Assignment | What lines of the data hold the string "SelectField"? Pull each one out.

Dataset entries |
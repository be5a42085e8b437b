"use client";

import { useActionState, useRef } from "react";

import { Button } from "@/components/ui/button";
import { Field, SelectField } from "@/components/ui/field";
import { FormStatus } from "@/components/ui/status";
import { initialActionState } from "@/lib/actions/state";
import { ROLE_LABELS, ROLES, type Role } from "@/lib/domain/roles";

import { changeRoleAction, inviteMemberAction, removeMemberAction } from "./actions";

export function InviteForm() {
  const [state, action, pending] = useActionState(inviteMemberAction, initialActionState);
  const e = state.fieldErrors ?? {};
  return (
    <form action={action} noValidate className="mt-2 space-y-3" aria-label="Invite member">
      <Field
        id="invite-email"
        label="E-mail"
        name="email"
        type="email"
        defaultValue={state.ok ? "" : state.values?.email}
        error={e.email}
      />
      <SelectField
        id="invite-role"
        label="Role"
        name="role"
        defaultValue={state.values?.role ?? "tuner"}
        error={e.role}
      >
        {ROLES.map((r) => (
          <option key={r} value={r}>
            {ROLE_LABELS[r]}
          </option>
        ))}
      </SelectField>
      <Button type="submit" disabled={pending}>
        {pending ? "Sending…" : "Send invitation"}
      </Button>
      <FormStatus ok={state.ok} message={state.message} />
    </form>
  );
}

export function MemberRow({
  member,
  editable,
}: {
  member: { id: string; name: string; email: string; role: Role };
  editable: boolean;
}) {
  const [roleState, roleAction, rolePending] = useActionState(changeRoleAction, initialActionState);
  const [removeState, removeAction, removePending] = useActionState(
    removeMemberAction,
    initialActionState,
  );
  const dialog = useRef<HTMLDialogElement>(null);
  return (
    <li className="py-3">
      <div className="flex flex-wrap items-center justify-between gap-2">
        <div>
          <p className="font-medium">{member.name}</p>
          <p className="text-sm text-ink-600">{member.email}</p>
        </div>
        {editable ? (
          <div className="flex items-center gap-2">
            <form action={roleAction} className="flex items-end gap-2">
              <input type="hidden" name="memberId" value={member.id} />
              <SelectField
                id={`role-${member.id}`}
                label={`Role of ${member.name}`}
                name="role"
                defaultValue={member.role}
              >
                {ROLES.map((r) => (
                  <option key={r} value={r}>
                    {ROLE_LABELS[r]}
                  </option>
                ))}
              </SelectField>
              <Button type="submit" variant="secondary" disabled={rolePending}>
                Change
              </Button>
            </form>
            <Button
              variant="ghost"
              onClick={() => dialog.current?.showModal()}
              aria-label={`Remove ${member.name}`}
            >
              Remove
            </Button>
            <dialog ref={dialog} className="m-auto rounded-lg p-6 shadow-xl backdrop:bg-ink-900/50">
              <p className="font-semibold">Remove {member.name} from the shop?</p>
              <form action={removeAction} className="mt-4 flex justify-end gap-2">
                <input type="hidden" name="memberId" value={member.id} />
                <Button type="button" variant="ghost" onClick={() => dialog.current?.close()}>
                  Keep
                </Button>
                <Button type="submit" variant="danger" disabled={removePending}>
                  Remove
                </Button>
              </form>
            </dialog>
          </div>
        ) : (
          <span className="text-sm font-semibold text-ink-700">{ROLE_LABELS[member.role]}</span>
        )}
      </div>
      <FormStatus
        ok={roleState.ok || removeState.ok}
        message={roleState.message ?? removeState.message}
      />
    </li>
  );
}
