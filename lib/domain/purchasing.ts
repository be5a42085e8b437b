/**
 * Purchasing rules (pure: no clock, no database): what to reorder, what a receipt may take in,
 * and which back-ordered quote lines arriving stock goes to — in the order the quotes were
 * accepted.
 */

import type { FieldIssue } from "./errors";
import type { PoStatus } from "./operations";

/** A part as the reorder list reads it. */
export interface ReorderPart {
  id: string;
  stock: number;
  reserved: number;
  /** The minimum free units the shop keeps on the shelf (0: none). */
  reorderLevel: number;
}

export interface ReorderRow {
  partId: string;
  free: number;
  /** Units accepted quotes want that no stock holds yet. */
  backOrdered: number;
  /** Units under the part's minimum (free stock counted). */
  belowMinimum: number;
  /** Units on purchase orders not yet received. */
  onOrder: number;
  /** What to order now: back-orders plus the minimum, less what is free or on order. */
  suggested: number;
}

/**
 * The reorder list: each part with back-orders or free stock under its minimum, and how many to
 * order — back-ordered + minimum − (free + on order), at least 0. Parts with nothing to order
 * are left out.
 *
 * @example reorderList([{ id: "p", stock: 1, reserved: 1, reorderLevel: 2 }], new Map([["p", 3]]), new Map())
 * // → [{ partId: "p", free: 0, backOrdered: 3, belowMinimum: 2, onOrder: 0, suggested: 5 }]
 */
export function reorderList(
  parts: ReorderPart[],
  backOrdered: Map<string, number>,
  onOrder: Map<string, number>,
): ReorderRow[] {
  return parts.flatMap((p) => {
    const free = Math.max(0, p.stock - p.reserved);
    const back = backOrdered.get(p.id) ?? 0;
    const below = Math.max(0, p.reorderLevel - free);
    if (back === 0 && below === 0) return [];
    const ordered = onOrder.get(p.id) ?? 0;
    const suggested = Math.max(0, back + p.reorderLevel - free - ordered);
    return [
      { partId: p.id, free, backOrdered: back, belowMinimum: below, onOrder: ordered, suggested },
    ];
  });
}

export interface PoLineState {
  id: string;
  quantity: number;
  receivedQty: number;
}

/**
 * A receipt checked against the order: each line named once, on this order, a whole number of
 * units no more than is still outstanding. Returns the field issues (empty: fine).
 */
export function receiptIssues(
  lines: PoLineState[],
  receive: { lineId: string; quantity: number }[],
): FieldIssue[] {
  const byId = new Map(lines.map((l) => [l.id, l]));
  const seen = new Set<string>();
  const issues: FieldIssue[] = [];
  receive.forEach((r, i) => {
    const l = byId.get(r.lineId);
    if (!l) issues.push({ path: `lines.${i}.lineId`, message: "That line is not on this order" });
    else if (seen.has(r.lineId))
      issues.push({ path: `lines.${i}.lineId`, message: "That line is named twice" });
    else if (r.quantity > l.quantity - l.receivedQty)
      issues.push({
        path: `lines.${i}.quantity`,
        message: `Only ${l.quantity - l.receivedQty} still outstanding on this line`,
      });
    seen.add(r.lineId);
  });
  if (receive.every((r) => r.quantity === 0) && issues.length === 0)
    issues.push({ path: "lines", message: "Receive at least one unit" });
  return issues;
}

/** The order's status once its lines have received what they have. */
export function poStatusAfterReceipt(lines: PoLineState[]): PoStatus {
  const any = lines.some((l) => l.receivedQty > 0);
  const all = lines.every((l) => l.receivedQty >= l.quantity);
  return all ? "received" : any ? "partly_received" : "sent";
}

/**
 * Why an order cannot be cancelled, or null when it can: only a draft or sent order that has
 * received nothing (what arrived stays booked against its order).
 */
export function cancelRefusal(status: PoStatus, lines: PoLineState[]): string | null {
  if (status === "cancelled") return "This purchase order is cancelled already";
  if (status === "received" || status === "partly_received" || lines.some((l) => l.receivedQty > 0))
    return "Parts were received against this purchase order; it can no longer be cancelled";
  return null;
}

/** A quote line waiting for stock: what it wants, what it holds, when its quote was accepted. */
export interface BackOrder {
  lineId: string;
  quoteId: string;
  partId: string;
  position: number;
  wanted: number;
  held: number;
  /** ISO time the quote was accepted. */
  acceptedAt: string;
}

/**
 * Which back-orders the free units go to: oldest acceptance first (then quote, then line
 * position), each line given at most what it still lacks. Returns the units to add per line.
 *
 * @example releaseBackOrders([{ lineId: "b", acceptedAt: "2026-02-02…", wanted: 2, held: 0, … },
 *   { lineId: "a", acceptedAt: "2026-02-01…", wanted: 1, held: 0, … }], new Map([["p", 2]]))
 * // → Map { "a" → 1, "b" → 1 }
 */
export function releaseBackOrders(
  backOrders: BackOrder[],
  free: Map<string, number>,
): Map<string, number> {
  const left = new Map(free);
  const out = new Map<string, number>();
  const ordered = [...backOrders].sort(
    (a, b) =>
      a.acceptedAt.localeCompare(b.acceptedAt) ||
      a.quoteId.localeCompare(b.quoteId) ||
      a.position - b.position,
  );
  for (const b of ordered) {
    const have = left.get(b.partId) ?? 0;
    const give = Math.min(have, Math.max(0, b.wanted - b.held));
    if (give <= 0) continue;
    left.set(b.partId, have - give);
    out.set(b.lineId, give);
  }
  return out;
}
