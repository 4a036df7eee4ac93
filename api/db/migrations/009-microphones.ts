import { DataTypes, type QueryInterface } from 'sequelize';

/**
 * Measurement microphones, private to their owner: name, serial, the parsed calibration, the data
 * sheet's sensitivity and the dBFS-to-SPL offset (from that sensitivity or a calibrator recording).
 */
export async function up({ context: qi }: { context: QueryInterface }): Promise<void> {
  await qi.createTable('microphones', {
    id: { type: DataTypes.STRING(40), primaryKey: true },
    ownerId: { type: DataTypes.STRING(40), allowNull: false, references: { model: 'users', key: 'id' } },
    name: { type: DataTypes.STRING(120), allowNull: false },
    serial: { type: DataTypes.STRING(64), allowNull: true },
    notes: { type: DataTypes.TEXT, allowNull: true },
    calibration: { type: DataTypes.JSON, allowNull: true },
    sensitivity: { type: DataTypes.JSON, allowNull: true },
    splOffset: { type: DataTypes.JSON, allowNull: true },
    createdAt: { type: DataTypes.DATE, allowNull: false },
    updatedAt: { type: DataTypes.DATE, allowNull: false },
  });
  await qi.addIndex('microphones', ['ownerId']);
}

export async function down({ context: qi }: { context: QueryInterface }): Promise<void> {
  await qi.dropTable('microphones');
}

Written solution |
import { Field, SelectField } from "@/components/ui/field";
      <SelectField
      </SelectField>
              <SelectField
              </SelectField>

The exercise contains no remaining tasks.